Within an empty mbed IDE project, we created a simple firmware that reads 64 bytes from the SRAM3 (starting at address 0x20020000) and prints them on the serial :

int main()
{
    int i;
    unsigned char tmp[64];
    unsigned char *ram_buffer = (unsigned char *) 0x20020000;
    
    for(i=0; i< 64; i++){
        printf("%02x ", ram_buffer[i]);
    }
    printf("\r\n");
}

Then, a Python script will read this value, compare it with the previous one, and remove all flipped bits. The procedure is pretty simple :

Capture the SRAM buffer
Apply the current mask on the capture
XOR resulting value with the previous capture, this will make all different bits appear as ones.
Update the mask with the newly found flipping bits

To make sure that our value is stable, we will repeat this procedure 1000 times. Hopefully, our mask will remove all flipping bits and the final value should still contain some consistent bits.

Managing the power source

Since we need to physically remove power from the MCU a thousand times and won’t do it manually, we will need to automate this. Thankfully, our lab is equipped with manageable power supplies. With the Instrumental library, it was easy to control the power:

powerSupply = GPD_3303S(visa_address='ASRL/dev/ttyUSB1::INSTR') 
powerSupply.output = False
powerSupply.current1 = "0.5A"
time.sleep(0.5) 
powerSupply.output = True

For more constrained budgets, power supplies like RD Tech DPS modules offer such manageability using the excellent Sigrok toolsuite. Using these supplies is a bit more complicated but still manageable in Python :

from sigrok.core.classes import *

context = Context.create()
driver = context.drivers['rdtech-dps']
conf = ConfigKey.get_by_identifier('conn').parse_string('/dev/ttyUSB3')
driver.scan(conn=conf)
device = driver.scan(conn=conf)[0]

def reset_device():
  device.open()
  device.config_set(ConfigKey.ENABLED, ConfigKey.ENABLED.parse_string('off'))
  device.config_set(ConfigKey.VOLTAGE_TARGET, ConfigKey.VOLTAGE_TARGET.parse_string('3.3V'))
  device.config_set(ConfigKey.ENABLED, ConfigKey.ENABLED.parse_string('on'))
  device.close()

Combining all together, we come up with this prototype script :

MASK = b'\xff'*64
previous_capture = read_from_device()
reset_device()
for _ in range(1000):
    current_capture = read_from_device()
    for i in range(64):
        tmp = ord(current_capture[i]) & ord(MASK[i])
        tmp = tmp ^ ord(previous_capture[i])
        MASK = MASK & ~tmp
        previous_capture[i] = tmp.to_bytes(1, byteorder='little')
    reset_device()

Results

After a thousand iterations, the output values were stable enough for our PUF to be usable. Out of the maximum 512 bits, we were able to find a pretty good number of stable bits :

board ID	Number of valid bits
#1	292
#2	291
#3	312
#4	268

Using the PUF value

To illustrate the use of a PUF, we created an example secure “cloud” connection that uses the PUF value as a private key, then sets up a TLS connection to a server using a client certificate as an authentication mechanism.
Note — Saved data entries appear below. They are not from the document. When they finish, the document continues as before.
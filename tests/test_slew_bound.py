"""Tests of the count bound that charges slews (benchmarks/slew_bound.py).

It claims to bound the visits per priority of every plan under the planner's rules, slews
included, and to be at most the planner's count bound (skyplan.planning.bound.count_bound)
on the same grid.  References: the brute-force enumeration of tests/test_plan_solver.py
(every order of visits, each at its earliest start on a fine grid, real slews of the slew
model, windows, repeats, spacing), the exact yardstick on a grid (benchmarks/exact_counts.py,
tested in tests/test_exact_counts.py), and a night worked by hand.
"""

from __future__ import annotations

import sys
from pathlib import Path

import numpy as np
import pytest
from test_plan_solver import count_bound_cases, count_vectors_by_enumeration
from test_scheduling import curve_request, random_request

from skyplan.planning.bound import count_bound
from skyplan.planning.model import PlanNight, PlanOptions

sys.path.insert(0, str(Path(__file__).resolve().parents[1] / "benchmarks"))
from exact_counts import exact_counts  # noqa: E402
from slew_bound import least_slew_s, slew_count_bound  # noqa: E402


def ring_night(hours: float):
    """Eight targets 45° apart in azimuth at one altitude, one 60 s exposure each (setup 60 s,
    settle 10 s, 2°/s), up all night: a first visit takes 130 s, every later one at least
    22.5 + 10 + 60 + 60 = 152.5 s."""
    curves = [lambda h: 1.2 + 0.0 * h] * 8
    return curve_request(curves, [(i, 0.0, hours) for i in range(8)], [60.0] * 8, [1] * 8,
                         [45.0 * i for i in range(8)], hours, step_s=60.0)


def test_a_night_worked_by_hand():
    # 12 minutes (720 s): without slews 5 visits fit (5 x 130 = 650 s); with them 4
    # (130 + 3 x 152.5 = 587.5 s; a fifth would end at 740 s).  The settle-only bound
    # allows even 6 (each visit rounded down to whole slots); this one says 4 on a 10 s grid.
    night = PlanNight(ring_night(0.2), PlanOptions(airmass_slack=None))
    assert count_bound(night, 1, {}, 10.0) >= 5.0
    assert slew_count_bound(night, 1, {}, 10.0).bound == pytest.approx(4.0)
    assert slew_count_bound(night, 1, {}, 10.0, integer=True).bound == pytest.approx(4.0)
    # the enumeration of every plan (earliest starts on a 10 s grid) finds 4 too
    assert max(sum(v) for v in count_vectors_by_enumeration(ring_night(0.2), 10.0)) == 4
    # 13 minutes: 130 + 4 x 152.5 = 740 s <= 780 s, so 5
    night = PlanNight(ring_night(13 / 60), PlanOptions(airmass_slack=None))
    assert slew_count_bound(night, 1, {}, 10.0).bound == pytest.approx(5.0)


def test_the_least_slew_of_a_slot_is_below_every_slew_in_it():
    # random pairs over whole sampling steps (120 s) of a random night, slews sampled every
    # second; some pairs' axis differences pass zero inside, where the least is not at an end
    req = random_request(3, n=12, hours=1.0)
    night = PlanNight(req, PlanOptions(airmass_slack=None))
    rng = np.random.default_rng(0)
    m = 4000
    src, tgt = rng.integers(0, night.n, m), rng.integers(0, night.n, m)
    t_a = night.t0 + night.step_s * rng.integers(0, night.slot_unix.size - 1, m)
    least = least_slew_s(night, src, tgt, t_a, t_a + night.step_s)
    times = t_a[:, None] + np.arange(0.0, night.step_s + 0.001, 1.0)[None, :]
    s_, t_ = (np.repeat(a[:, None], times.shape[1], 1).ravel() for a in (src, tgt))
    a0, z0 = night.pointing_at(s_, times.ravel())
    a1, z1 = night.pointing_at(t_, times.ravel())
    slews = night.slew.slew_s(a0, z0, a1, z1).reshape(times.shape)
    assert np.all(least <= slews.min(axis=1) + 1e-9)
    # the least is within the clock's second of the sampled least (an axis turning at most
    # 1 deg a minute between the samples)
    assert np.all(slews.min(axis=1) - least < 0.5)
    inside = least < slews[:, [0, -1]].min(axis=1) - 1e-6
    assert 0 < inside.sum() < m // 10


def test_the_least_slew_where_an_axis_difference_passes_zero():
    # two targets at one altitude; the second's azimuth runs 95 -> 105 deg over a 2-minute
    # step past the first's 100 deg: 2.5 s of azimuth (at 2 deg/s) plus 10 s settle at both
    # ends, the settle alone in the middle
    from dataclasses import replace

    req = curve_request([lambda h: 1.2 + 0.0 * h] * 2, [(0, 0.0, 0.2), (1, 0.0, 0.2)],
                        [60.0, 60.0], [1, 1], [100.0, 0.0], 0.2, step_s=120.0)
    az = np.asarray(req.az_deg).copy()
    az[1] = 95.0 + 10.0 * np.arange(az.shape[1])
    night = PlanNight(replace(req, az_deg=az), PlanOptions(airmass_slack=None))
    t = np.array([night.t0])
    least = least_slew_s(night, np.array([0]), np.array([1]), t, t + 120.0)
    ends = least_slew_s(night, np.array([0]), np.array([1]), t, t)
    assert ends == pytest.approx(12.5)
    assert least == pytest.approx(10.0)


@pytest.mark.parametrize("case", range(7))
def test_the_bound_is_above_every_plan_and_below_the_settle_only_bound(case):
    req = list(count_bound_cases())[case]
    night = PlanNight(req, PlanOptions(airmass_slack=None))
    levels = sorted(set(night.priority[night.active].tolist()))
    vectors = count_vectors_by_enumeration(req, 10.0)
    for step in (10.0, 30.0):
        for k, p in enumerate(levels):
            for floor in {v[k + 1:] for v in vectors}:  # counts kept at the higher levels
                keep = [v for v in vectors if all(a >= b for a, b in zip(v[k + 1:], floor))]
                most = max(sum(v[k:]) for v in keep)
                floors = dict(zip(levels[k + 1:], floor, strict=True))
                bound = slew_count_bound(night, p, floors, step).bound
                assert most - 1e-6 <= bound <= count_bound(night, p, floors, step) + 1e-5


@pytest.mark.parametrize("seed", range(3))
def test_the_bound_is_above_the_exact_plans_on_a_busier_night(seed):
    # the airmass slack, repeats and spacing; the yardstick's lexicographic counts (plans,
    # real slews) stay below the bound given their own higher levels
    req = random_request(seed, n=10, hours=1.0)
    night = PlanNight(req, PlanOptions(airmass_slack=0.15))
    got = exact_counts(night, 60.0, 30.0)
    pr = night.priority[[v[0] for v in got.visits]]
    levels = sorted(set(night.priority[night.active].tolist()), reverse=True)
    for p in levels:
        floors = {q: int(np.sum(pr == q)) for q in levels if q > p}
        bound = slew_count_bound(night, p, floors, 20.0).bound
        assert np.sum(pr >= p) <= bound + 1e-6
    assert got.visits
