@pytest.mark.parametrize("name", HOSTILE_NAMES[:3])
def test_sites_show_refuses_a_hostile_site_name(tmp_path: Path, name: str):
    path = sites_file(tmp_path, name)
    status, out, err = run(["sites", "show", name, "--sites-file", str(path)])
    assert_clean(status, out, err, {2})


@pytest.mark.parametrize("name", HOSTILE_NAMES)
@pytest.mark.parametrize("command", [
    ["night", "--date", DATE],
    ["clock", "--at", f"{DATE}T21:00Z"],
    ["sites", "show"],
    ["windows", DEMO_CATALOG, "--date", DATE, "-f", "csv"],
])
def test_a_hostile_site_option_is_quoted_escaped(name: str, command: list[str]):
    """--site NAME with control characters, looked up in the demo sites file: not found."""
    sites = str(scenario.demo_path("sites.toml"))
    argv = [*command, name] if command == ["sites", "show"] else [*command, "--site", name]
    status, out, err = run([*argv, "--sites-file", sites])
    assert_clean(status, out, err, {2})
    assert "unknown site" in err


@pytest.mark.parametrize("key,value", [
    ("zone", "Europe/\u202eLondon"),
    ("zone", "America/Phoenix\u001b[2J"),
    ("horizon_file", "h\u001b]0;x\u0007.txt"),
])
def test_control_characters_in_zone_and_horizon_file_are_refused(
        tmp_path: Path, key: str, value: str):
    path = tmp_path / "sites.toml"
    body = f"[site.ridge]\nlatitude = 31.2\nlongitude = -110.5\n{key} = {toml_key(value)}\n"
    path.write_text(body, encoding="utf-8")
    status, out, err = run(["sites", "check", str(path)])
    assert_clean(status, out, err, {2})
    assert f"{path}:4, field 'site.ridge.{key}': must not contain the control character" in err


@pytest.mark.parametrize("name", HOSTILE_NAMES[:3])
def test_a_hostile_default_and_hostile_keys_are_escaped(tmp_path: Path, name: str):
    path = tmp_path / "sites.toml"
    path.write_text(
        f"default = {toml_key(name)}\n[site.ridge]\nlatitude = 31.2\nlongitude = -110.5\n"
        f"{toml_key(name)} = 1\n[site.ridge.limits]\n{toml_key(name)} = 2\n"
        f"dark = {toml_key(name)}\n", encoding="utf-8")
    status, out, err = run(["sites", "check", str(path)])
    assert_clean(status, out, err, {2})
    assert "field 'default'" in err and "unknown key" in err and "unknown limit" in err


def test_a_hostile_file_name_is_escaped(tmp_path: Path):
    path = tmp_path / "ok\u001b[2J.toml"
    path.write_text("[site.ridge]\nlatitude = 31.2\nlongitude = -110.5\n", encoding="utf-8")
    status, out, err = run(["sites", "check", str(path)])
    assert_clean(status, out, err, {0})
    assert "\\x1b[2J.toml: ok" in out


def test_a_site_made_in_code_refuses_a_hostile_name():
    with pytest.raises(ValueError, match="U\\+001B"):
        Site(name="S\u001b[2J", lat_deg=1.0, lon_deg=2.0, zone="UTC")


def test_an_input_error_escapes_its_file_and_field():
    text = str(InputError("bad", file="a\u001b[2J.toml", line=3, field="site.\u202ex"))
    assert not RAW.search(text)
    assert text == "a\\x1b[2J.toml:3, field 'site.\\u202ex': bad"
To start, we took the Hello HTTPS client basic example from the mbed examples and customized it to fit our needs.

Elliptic curve cryptography

One of the supported signature algorithms in TLS is ECDSA which stands for Elliptic Curve Digital Signature Algorithm. The elliptic curve we used for this algorithm is called P-256 or prime256v1 in openssl. One of the public parameters of the curve is G and it is called the generator. The main advantage of Elliptic curve cryptography is the ability to offer public key cryptography like RSA with smaller keys. Basically the private key $d$ of this algorithm is a number which has 256 bit of entropy and if so, the algorithm is considered as safe by cryptographers. Since the PUF value has more than 256 bits of entropy we hashed it with SHA-256 to obtained a 256-bit key value which is used directly as ECDSA private key. The coresponding public key we have to compute later is a point computed from the private key : $d \cdot G$ .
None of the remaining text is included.